CSU researchers say there’s 62% chance a major hurricane could make landfall at any point somewhere along the entire U.S. coastline (the average chance from 1880–2020 is 43%). Often, hurricanes hitting the eastern U.S. coastline bend towards the Canadian Maritimes, morphing into powerful post-tropical storms.

Hurricane Fiona, a Category 4 hurricane, did just that in 2022, making it the most damaging hurricane to make landfall in Canada. Fiona caused more than $800 million in insured damage, Catastrophe Indices and Quantification (CatIQ) reported at the time, and adjusters are still cleaning up the mess.

“While it’s hoped that the region never again experience a storm of this magnitude, several environmental conditions indicate that the Atlantic coast could be in for a particularly severe hurricane season this year,” Insurance Bureau of Canada stated in a press release today, cautioning Atlantic Canadians about the 2024 hurricane forecast.

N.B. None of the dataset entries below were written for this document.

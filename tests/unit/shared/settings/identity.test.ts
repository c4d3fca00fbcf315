import { describe, expect, it } from 'vitest'
import { isSameUnit, serialKey } from '../../../../shared/settings/identity'

describe('serialKey', () => {
  it.each([['HL40-2231-0087', 'hl40-2231-0087'], ['hl40/a_b.c', 'hl40/a_b.c'], ['IIII', 'iiii']])('of %s is %s', (serial, key) => expect(serialKey(serial)).toBe(key))

  it('is its own key', () => {
    for (const serial of ['A1', 'a1', 'Z-9_/x.']) expect(serialKey(serialKey(serial))).toBe(serialKey(serial))
  })
})

describe('isSameUnit', () => {
  const unit = { serial: 'HL40-0087', model: 'HL40-200V' }

  it('goes by serial without case, whatever the model and firmware say', () => {
    expect(isSameUnit(unit, { serial: 'hl40-0087', model: 'HL40-200', firmware: '2' })).toBe(true)
    expect(isSameUnit(unit, { ...unit, serial: 'HL40-0088' })).toBe(false)
  })

  it('tells the axes of one drive apart', () => {
    expect(isSameUnit({ ...unit, channel: 1 }, { ...unit, channel: 1 })).toBe(true)
    expect(isSameUnit({ ...unit, channel: 1 }, { ...unit, channel: 2 })).toBe(false)
    expect(isSameUnit({ ...unit, channel: 1 }, unit)).toBe(false)
  })
})
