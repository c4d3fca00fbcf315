import { describe, expect, it } from 'vitest'
import { CsvTree, type Entry } from '../../../../shared/settings/csv-tree'
import { Problems } from '../../../../shared/settings/problems'
import type { RawNode } from '../../../../shared/settings/raw'

const plain = (node: RawNode): unknown => {
  if (node.kind === 'object') return Object.fromEntries(node.keys.map((key, index) => [key, plain(node.values[index] as RawNode)]))
  if (node.kind === 'list') return node.items.map(plain)
  return node.kind === 'cell' ? node.text + node.unit : node.kind
}

function treeOf(...lines: string[]) {
  const problems = new Problems({ place: ({ offset, cell }) => ({ line: offset, column: (cell ?? -1) + 1 }), shown: () => 'cell' })
  const tree = new CsvTree(problems, 1)
  const made: (Entry & { at: string })[] = []
  lines.forEach((line, index) => tree.add({ cells: line.split(','), offset: index + 2 }, (entry, spot, at) => {
    made.push({ ...entry, at })
    return { kind: 'cell', ...spot, text: entry.value, unit: entry.unit }
  }))
  return { tree: plain(tree.root), made, told: problems.outcome().errors.map(error => `${error.code} ${error.at} ${error.line}:${error.column}`) }
}

describe('CsvTree', () => {
  it('is the tree of the JSON form', () => {
    const { tree, told } = treeOf('file,,axisKind,linear,', 'unit,,serial,A1,', 'setup,,jogSpeed,50,mm/s', 'zone,3,from,1,mm', 'zone,3,to,2,mm', 'move,7,kind,absolute,', 'extra,,K,1,', 'reading,,h,2,')
    expect(tree).toEqual({
      axisKind: 'linear', unit: { serial: 'A1' }, setup: { jogSpeed: '50mm/s' }, zones: [{ zone: '3', from: '1mm', to: '2mm' }], moves: [{ move: '7', kind: 'absolute' }], extra: { K: '1' }, readings: { h: '2' },
    })
    expect(told).toEqual([])
  })

  it('has rows by their first line, wherever the others stand', () => {
    const { tree, made } = treeOf('move,7,kind,absolute,', 'move,2,kind,relative,', 'setup,,jerk,1,', 'move,7,target,1,', 'move,2,target,2,')
    expect(tree).toMatchObject({ moves: [{ move: '7', kind: 'absolute', target: '1' }, { move: '2', kind: 'relative', target: '2' }] })
    expect(made.map(entry => entry.at)).toEqual(['/moves/0/kind', '/moves/1/kind', '/setup/jerk', '/moves/0/target', '/moves/1/target'])
  })

  it('takes row numbers as they are written: 1 and 01 are two rows', () => {
    expect(treeOf('move,1,kind,a,', 'move,01,kind,b,').tree).toMatchObject({ moves: [{ move: '1' }, { move: '01' }] })
  })

  it.each([
    ['zones,1,from,1,mm', 'key-unknown /zones 2:1'], [',,,x,', 'key-unknown / 2:1'], ['Setup,,jerk,1,', 'key-unknown /Setup 2:1'], ['constructor,,a,1,', 'key-unknown /constructor 2:1'],
    ['file,,setup,1,', 'key-unknown /setup 2:3'], ['file,,unit,A1,', 'key-unknown /unit 2:3'], ['move,1,move,2,', 'key-unknown /moves/0/move 2:3'], ['zone,1,zone,2,', 'key-unknown /zones/0/zone 2:3'],
    ['setup,1,jerk,1,', 'row-number /setup/jerk 2:2'], ['extra,0,K,1,', 'row-number /extra/K 2:2'], ['file,1,note,x,', 'row-number /note 2:2'],
  ])('refuses %s', (line, problem) => expect(treeOf(line).told).toEqual([problem]))

  it('refuses a value given twice, at its second line', () => {
    expect(treeOf('setup,,jerk,1,', 'setup,,jerk,1,').told).toEqual(['value-duplicate /setup/jerk 3:4'])
    expect(treeOf('move,1,kind,a,', 'move,2,kind,a,', 'move,1,kind,b,').told).toEqual(['value-duplicate /moves/0/kind 4:4'])
    expect(treeOf('file,,note,a,', 'file,,note,b,').told).toEqual(['value-duplicate /note 3:4'])
    expect(treeOf('extra,,K,1,', 'reading,,K,1,').told).toEqual([])
  })

  it('escapes keys in pointers', () => expect(treeOf('extra,,a/b~c,1,').made[0]?.at).toBe('/extra/a~1b~0c'))
})
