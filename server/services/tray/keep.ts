import type { UploadFields } from '#shared/api/uploads'
import { Refusal } from '#shared/errors/refusal'
import type { FormatError } from '#shared/settings/types'
import type { SiteBounds } from '#server/database/actor'
import type { Write } from '#server/database/client'
import type { VaultDb } from '#server/database/prepared'
import type { TrayProblem } from '#server/database/schema'
import { trayQueries } from '#server/database/tray/queries'
import { millisecondsOf } from '../uploads/place-file'
import type { Ingested } from '../uploads/ingest'
import { storeContent, storeUploadBytes, type SentFile } from '../uploads/store-parts'
import { guessAxis, guessByTag } from './guess'

export const trayLimits = { files: 2000, bytes: 512 * 1024 * 1024 }

export interface ToKeep {
  readonly problem: TrayProblem
  readonly detail: string
  readonly errors: readonly FormatError[]
  readonly more: number
  /** The site that the unit names, where it does. */
  readonly siteId: number | null
  /** null: the file could not be read. */
  readonly ingested: Ingested | null
}

/** Keeps a file that has no axis, or cannot be read, with what is wrong and where it probably belongs. Answers its tray id. */
export function keepInTray(db: VaultDb, write: Write, sent: SentFile, fields: UploadFields, kept: ToKeep): number {
  const named = guessByTag(db, write.actor, fields.axis)
  const guess = named ?? (kept.ingested ? guessAxis(db, write.actor, kept.ingested.file, kept.ingested.content) : null)
  const siteId = kept.siteId ?? named?.siteId ?? onlySite(write.actor.sites)
  refuseWhenFull(db, siteId, sent.bytes.length)
  const { unit } = kept.ingested?.file ?? {}
  const row = {
    uploadId: storeUploadBytes(db, write, sent, fields),
    problem: kept.problem, detail: kept.detail, errors: [...kept.errors], more: kept.more, fields, siteId,
    serial: unit?.serial ?? null, channel: unit?.channel ?? null, model: unit?.model ?? null,
    capturedAt: kept.ingested ? new Date(millisecondsOf(fields.capturedAt ?? kept.ingested.file.exportedAt)).toISOString() : null,
    contentId: kept.ingested ? storeContent(db, write, kept.ingested) : null,
    guessAxisId: guess?.axisId ?? null, guessWhy: guess?.why ?? null,
  }
  const id = trayQueries(db).insert(row)
  write.log({ act: 'tray-kept', id, state: { id, ...row, errors: row.errors.map(error => ({ ...error })) } })
  return id
}

const onlySite = (sites: SiteBounds) => (sites?.length === 1 ? sites[0] ?? null : null)

function refuseWhenFull(db: VaultDb, siteId: number | null, size: number): void {
  const load = trayQueries(db).load.get({ siteId: siteId ?? 0 })
  if (!load || (load.files < trayLimits.files && (load.bytes ?? 0) + size <= trayLimits.bytes)) return
  throw new Refusal('tray-full', `The tray holds ${load.files} files already; at most 2,000 files and 512 MiB wait at a site. This file was not kept: work through the tray, then send it again.`)
}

Home insurance policies typically cover damage caused by a windstorm or rain, including losses caused by flying debris or fallen trees and/or branches. Also, losses due to water entering the damaged home — i.e. because of wind or flying debris causing openings in the home — are covered.

But home policies do not cover water losses caused by storm surge. Some auto policies cover storm surge damage if drivers purchase optional comprehensive or all perils coverage.

When Fiona hit the Maritimes in 2022, many properties were not covered because people lived in high-risk flood zones, IBC notes. This is still a live issue heading into the 2024 hurricane season, since the federal government’s wide-anticipated National Flood Program is not yet established.

“Canada’s P&C insurance industry and the federal government have already begun working to rapidly scale and start delivering the program in 2025,” says Amanda Dean, IBC’s vice president of the Ontario and Atlantic regions. “However, the needed conversations between federal and provincial governments have yet to take place. Without the required federal and provincial funding arrangement, Canadians at the highest risk of flooding will not be adequately protected.”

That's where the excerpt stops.